Trauma relevant in divorce
Court separates marital misconduct from its debilitating fallout
Jun. 21, 2006. 07:33 PM
CANADIAN PRESS

OTTAWA — The “pure H-E double L” of D-I-V-O-R-C-E, as Tammy Wynette once sang, has its price after all.
The Supreme Court of Canada ruled Wednesday that the emotional devastation wrought by a cheatin’ heart can be factored into a wronged spouse’s ability to earn a livelihood, and thus her (or his) need for ongoing spousal support.

As a result, Gary Leskun must continue paying his ex-wife Sherry — a woman who lower courts found was “bitter to the point of obsession” — some $2,250 a month, almost eight years after he dumped her for another woman.

Yet the same 20-page Supreme Court ruling upholds the no-fault provisions in the 1985 Divorce Act and urges self-sufficiency, a delicate balancing act that attempts to separate marital misconduct, in and of itself, from its debilitating fall-out.

It is that emotional trauma — whatever its source — that may be considered by trial judges as one of many factors in a person’s financial outlook, wrote Justice Ian Binnie.

“If, for example, spousal abuse triggered a depression so serious as to make a claimant spouse unemployable, the consequences of the misconduct would be highly relevant,” — just as they are in the Leskun case, noted Binnie — “in determining the right to support, its duration and its amount.”

In Sherry Leskun’s case, the late 1990s had all the personal trials of a Tammy Wynette ballad.

She suffered a chronic back injury in 1995, her bank job was declared redundant in 1998, and her father, brother and sister-in-law all died in 1999. She was denied a longterm disability claim, had a sister diagnosed with cancer, and her eldest child from a previous relationship was suffering from multiple sclerosis.

In the middle of this, her husband of 20 years — some seven years her junior — returned to Vancouver from his new job posting in Chicago to say he’d met another woman, planned to marry her and wanted a divorce.

Sherry, who had dipped into her RRSPs and pension contributions to support her husband while he acquired his MBA and became a Certified General Accountant, was awarded half the family assets and monthly spousal support of $2,250.

When Gary, having lost his US $200,000-a-year job, attempted to get the support payments reduced or ended in 2003, successive B.C. courts ruled against him.

The B.C. Court of Appeal ruling was particularly incendiary.

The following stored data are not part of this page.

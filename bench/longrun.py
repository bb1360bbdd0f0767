"""Cost of a long run's files: ``Propagator.run`` with output and checkpoints against bare advance().

Targets (issue 5): with a snapshot every 100 steps and a checkpoint every minute, ``run()``
costs at most 5 % more wall time than ``advance()`` over the same span, and its peak memory
does not grow with the span.

Method, all in one invocation:
- wall time: the demo system (invented star, four planets, N belt test particles,
  wisdom-holman, step 2 days) is advanced over ``--steps`` steps by a bare ``advance(until)``
  and by ``run(until, output=..., every=100 steps, checkpoint=..., checkpoint_interval=60)``,
  alternately, ``--repeats`` times; the best time of each is kept (the least disturbed by
  other processes), and overhead = best run / best advance - 1, in wall time and in CPU
  time of the process; and, within each run, the time spent outside ``advance()``
  (snapshots, file writes, checkpoints) over the time inside it, which does not depend on
  load changes between runs.
- memory: ``run()`` over the span and over four times the span, each in a fresh subprocess
  that reports its peak resident set size (ru_maxrss) and the peak of Python/numpy
  allocations traced by tracemalloc during the run (numpy registers its buffers with it).

Usage: python bench/longrun.py [--particles 3000] [--steps 40000] [--repeats 3]   (about 2 minutes)
Writes bench/results/longrun.json.
"""
from __future__ import annotations

import argparse
import json
import os
import pathlib
import subprocess
import sys
import tempfile
import time

sys.path.insert(0, str(pathlib.Path(__file__).resolve().parent))
from _machine import describe_machine  # noqa: E402

STEP = 2.0  # days
EVERY_STEPS = 100

CHILD = """
import json, resource, sys, tempfile, tracemalloc, os
import libration as lb
from libration.demo import demo_system
particles, steps = int(sys.argv[1]), int(sys.argv[2])
p = lb.Propagator(demo_system(particles), "wisdom-holman", step={step})
with tempfile.TemporaryDirectory() as tmp:
    import h5py  # imported before measuring, like the parent's warm runs
    before = resource.getrusage(resource.RUSAGE_SELF).ru_maxrss
    tracemalloc.start()
    p.run(steps * {step}, output=os.path.join(tmp, "o.h5"), every={every} * {step},
          checkpoint=os.path.join(tmp, "c.ckpt"), checkpoint_interval=60.0)
    _, peak = tracemalloc.get_traced_memory()
    tracemalloc.stop()
    after = resource.getrusage(resource.RUSAGE_SELF).ru_maxrss
    size = os.path.getsize(os.path.join(tmp, "o.h5"))
print(json.dumps({{"steps": steps, "traced_peak_bytes": peak, "maxrss_kib_before": before,
                  "maxrss_kib_after": after, "output_bytes": size}}))
""".format(step=STEP, every=EVERY_STEPS)


def time_once(system, steps: int, with_files: bool, directory: str) -> tuple[float, float, float]:
    """Wall and CPU seconds of one run, and the wall seconds spent inside advance() during it."""
    import libration as lb

    p = lb.Propagator(system, "wisdom-holman", step=STEP)
    inside = [0.0]
    advance = p.advance

    def timed_advance(t):
        began = time.perf_counter()
        try:
            return advance(t)
        finally:
            inside[0] += time.perf_counter() - began

    p.advance = timed_advance  # instance attribute: only this propagator is timed
    until = steps * STEP
    began, cpu = time.perf_counter(), time.process_time()
    if with_files:
        p.run(until, output=os.path.join(directory, "o.h5"), every=EVERY_STEPS * STEP,
              checkpoint=os.path.join(directory, "c.ckpt"), checkpoint_interval=60.0)
    else:
        p.advance(until)
    return time.perf_counter() - began, time.process_time() - cpu, inside[0]


def main() -> None:
    parser = argparse.ArgumentParser(description=__doc__.split("\n")[0])
    parser.add_argument("--particles", type=int, default=3000)
    parser.add_argument("--steps", type=int, default=40000)
    parser.add_argument("--repeats", type=int, default=3)
    parser.add_argument("--output", default=str(pathlib.Path(__file__).parent / "results" / "longrun.json"))
    args = parser.parse_args()

    import h5py  # noqa: F401 - import cost is not part of a run

    from libration.demo import demo_system

    machine = describe_machine()
    system = demo_system(args.particles)
    bare, files = [], []
    with tempfile.TemporaryDirectory() as tmp:
        time_once(system, min(args.steps, 2000), True, tmp)  # warm caches, the file system, imports
        for _ in range(args.repeats):
            bare.append(time_once(system, args.steps, False, tmp))
            files.append(time_once(system, args.steps, True, tmp))
    overhead = min(w for w, _, _ in files) / min(w for w, _, _ in bare) - 1.0
    cpu_overhead = min(c for _, c, _ in files) / min(c for _, c, _ in bare) - 1.0
    # Within each run: the time outside advance() (snapshots, file writes, checkpoints) over
    # the time inside it -- immune to load changes between runs.
    internal = min((w - inside) / inside for w, _, inside in files)
    memory = []
    for steps in (args.steps, 4 * args.steps):
        out = subprocess.run([sys.executable, "-c", CHILD, str(args.particles), str(steps)],
                             capture_output=True, text=True, check=True)
        memory.append(json.loads(out.stdout))
    growth_traced = memory[1]["traced_peak_bytes"] / memory[0]["traced_peak_bytes"]
    growth_rss = memory[1]["maxrss_kib_after"] / memory[0]["maxrss_kib_after"]
    result = {
        "benchmark": "longrun",
        "system": f"demo: 5 massive bodies + {args.particles} test particles, wisdom-holman, step {STEP} days",
        "steps": args.steps, "snapshot_every_steps": EVERY_STEPS, "checkpoint_interval_s": 60.0,
        "advance_seconds": [w for w, _, _ in bare], "run_seconds": [w for w, _, _ in files],
        "advance_cpu_seconds": [c for _, c, _ in bare], "run_cpu_seconds": [c for _, c, _ in files],
        "run_seconds_inside_advance": [i for _, _, i in files],
        "overhead_outside_advance": internal,
        "overhead": overhead, "overhead_target": 0.05, "overhead_ok": overhead <= 0.05,
        "cpu_overhead": cpu_overhead,
        "memory": memory,
        "traced_peak_ratio_4x_span": growth_traced, "maxrss_ratio_4x_span": growth_rss,
        "machine": machine,
    }
    pathlib.Path(args.output).parent.mkdir(parents=True, exist_ok=True)
    with open(args.output, "w") as fh:
        json.dump(result, fh, indent=2)
    print(f"advance(): best {min(w for w, _, _ in bare):.3f} s   run() with output + checkpoints: "
          f"best {min(w for w, _, _ in files):.3f} s")
    print(f"wall-time overhead {100 * overhead:+.2f} % (target <= 5 %); CPU-time overhead "
          f"{100 * cpu_overhead:+.2f} % (all threads)")
    print(f"within run(): time outside advance() / time inside = {100 * internal:.2f} % (best run)")
    for m in memory:
        print(f"span {m['steps']:>7} steps: traced peak {m['traced_peak_bytes'] / 2**20:.2f} MiB, "
              f"max RSS {m['maxrss_kib_after'] / 1024:.1f} MiB, output file {m['output_bytes'] / 2**20:.1f} MiB")
    print(f"4x the span: traced peak x{growth_traced:.3f}, max RSS x{growth_rss:.3f}")
    print(f"wrote {args.output}")


if __name__ == "__main__":
    main()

“Parliament, in its wisdom or lack thereof, has said the court must give no weight to what the husband did here,” wrote Justice Mary Southin.

“That is, by carrying on behind his wife’s back when it suited him, walking out on his wife of 20 years who had borne him a child and contributed substantially to his financial well-being.”

Southin ruled that Sherry Leskun’s inability to provide for herself was “a failure resulting at least in part from the emotional devastation of misconduct by the other spouse.”

Binnie, in the Supreme Court response, chided Southin’s language while upholding her decision.

“Misconduct, as such, is off the table as a relevant consideration,” wrote Binnie.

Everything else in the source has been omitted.